··· Given data

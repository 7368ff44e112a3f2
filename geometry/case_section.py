"""The section of a case that names its own drawing (``[section_file]``): read, then held to the case.

The hand methods and the report work on the case's design values (``interface.inner_radius``,
``outer_radius``, ``semi_cone_angle``, ``friction_surfaces``); the FE stage works on the drawing.
A review needs both to describe the same clutch, so each friction face of the drawing is checked
against them here, and a difference is refused with what the drawing has (exit status 2): the user
copies the drawn values or corrects the drawing.  The case's initial-gap keys
(``misalignment.cone_angle_mismatch`` for a cone, ``misalignment.coning`` for a plate) open the
drawn faces exactly as they open the parametric ones.
"""
from __future__ import annotations

import math

from .section import GeometryError, Section
from .section_file import read_section

ANGLE_TOLERANCE_DEG = 0.01      # a drawn angle 0.01° off the case's changes tan α by < 0.1 % at 10°


def radius_tolerance(r2: float, tolerance: float) -> float:
    """How far a drawn face end may lie from the case's radius: 0.01 % of r2 (a review reads radii
    to 0.1 mm on a 1 m clutch), at least 10 × the drawing's own point tolerance and 0.005 mm."""
    return max(1e-4 * r2, 10.0 * tolerance, 0.005)


def section_from_file(case) -> Section:
    """The drawn section of ``case`` (``case.section_file`` is set), checked against its design values."""
    spec = case.section_file
    itf_keys = case.interface
    ring = case.load.ring_radius if case.load.application == "ring" else None
    section = read_section(spec, axial_force=case.load.axial_force, ring_radius=ring)
    r1, r2 = itf_keys.inner_radius, itf_keys.outer_radius
    tol = radius_tolerance(r2, spec.tolerance)
    problems = []
    if len(section.interfaces) != itf_keys.friction_surfaces:
        problems.append(f"interface.friction_surfaces = {itf_keys.friction_surfaces}: the drawing has "
                        f"{len(section.interfaces)} friction face(s) "
                        f"({', '.join(i.name for i in section.interfaces)}); give the drawn number")
    for itf in section.interfaces:
        inner, outer = sorted((itf.start[0], itf.end[0]))
        for key, case_value, drawn in (("inner_radius", r1, inner), ("outer_radius", r2, outer)):
            if abs(drawn - case_value) > tol:
                problems.append(f"interface.{key} = {case_value:g} mm: friction face {itf.name!r} of the drawing "
                                f"runs from r = {inner:.4f} to {outer:.4f} mm (allowed difference {tol:.3g} mm); "
                                f"give the drawn value, or correct the drawing")
    alpha = itf_keys.semi_cone_angle
    if abs(section.semi_cone_angle - alpha) > ANGLE_TOLERANCE_DEG:
        what = "a plate's faces are normal to the axis (90°)" if case.kind == "plate" else "give the drawn angle"
        problems.append(f"interface.semi_cone_angle = {alpha:g}°: the drawing's friction faces are at "
                        f"{section.semi_cone_angle:.4f}° (allowed difference {ANGLE_TOLERANCE_DEG:g}°); {what}")
    if case.kind == "cone" and section.semi_cone_angle > 80.0 + ANGLE_TOLERANCE_DEG:
        problems.append(f"kind = 'cone': the drawing's friction faces are at {section.semi_cone_angle:.4f}°; "
                        f"a cone is 2–80°, give kind = 'plate'")
    if problems:
        raise GeometryError(problems)
    section.kind = case.kind
    _open_gaps(case, section)
    return section


def _open_gaps(case, section: Section) -> None:
    """The case's initial gaps on the drawn faces, as the parametric builders put them."""
    mis = case.misalignment
    if case.kind == "cone" and mis.cone_angle_mismatch:
        mismatch = math.radians(mis.cone_angle_mismatch)
        for itf in section.interfaces:
            slant = math.dist(itf.start, itf.end)
            opening = slant * math.sin(abs(mismatch))
            itf.gap_start, itf.gap_end = (opening, 0.0) if mismatch < 0 else (0.0, opening)
    if case.kind == "plate" and mis.coning:
        pressed = next(b.name for b in section.bodies if b.role == "pressed")
        for itf in section.interfaces:
            if pressed in (itf.body_a, itf.body_b):
                itf.gap_start, itf.gap_end = (0.0, mis.coning) if mis.coning >= 0 else (-mis.coning, 0.0)


__all__ = ["ANGLE_TOLERANCE_DEG", "radius_tolerance", "section_from_file"]
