"""A tiny helper to draw regions point by point; points are shared within a body only."""
from __future__ import annotations

from .section import Region


class Sketch:
    def __init__(self):
        self.points: list[tuple[float, float]] = []
        self.regions: list[Region] = []
        self._index: dict[tuple[str, float, float], int] = {}

    def point(self, body: str, r: float, z: float) -> int:
        # rounding to 1e-9 mm lets two regions of one body meet at computed corners
        key = (body, round(r, 9), round(z, 9))
        if key not in self._index:
            self._index[key] = len(self.points)
            self.points.append((float(r), float(z)))
        return self._index[key]

    def region(self, name, body, material, corners, edge_names=None, lining_layers=0, keys=()):
        """corners: (r, z) counter-clockwise; edge_names[i] names the edge corners[i] -> corners[i+1]."""
        loop = [self.point(body, r, z) for r, z in corners]
        names = list(edge_names) if edge_names else [None] * len(loop)
        # drop zero-length edges (a dimension that makes two corners coincide)
        kept = [(p, n) for k, (p, n) in enumerate(zip(loop, names)) if p != loop[(k + 1) % len(loop)]]
        self.regions.append(Region(name=name, body=body, youngs_modulus=material[0],
                                   poissons_ratio=material[1], loop=[p for p, _ in kept],
                                   edge_names=[n for _, n in kept], lining_layers=lining_layers,
                                   keys=tuple(keys)))
        return self.regions[-1]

······

[Exercise directions]
What lines in the data above contain the word "opening"? Copy them all.

[Answer to this task]
            opening = slant * math.sin(abs(mismatch))
            itf.gap_start, itf.gap_end = (opening, 0.0) if mismatch < 0 else (0.0, opening)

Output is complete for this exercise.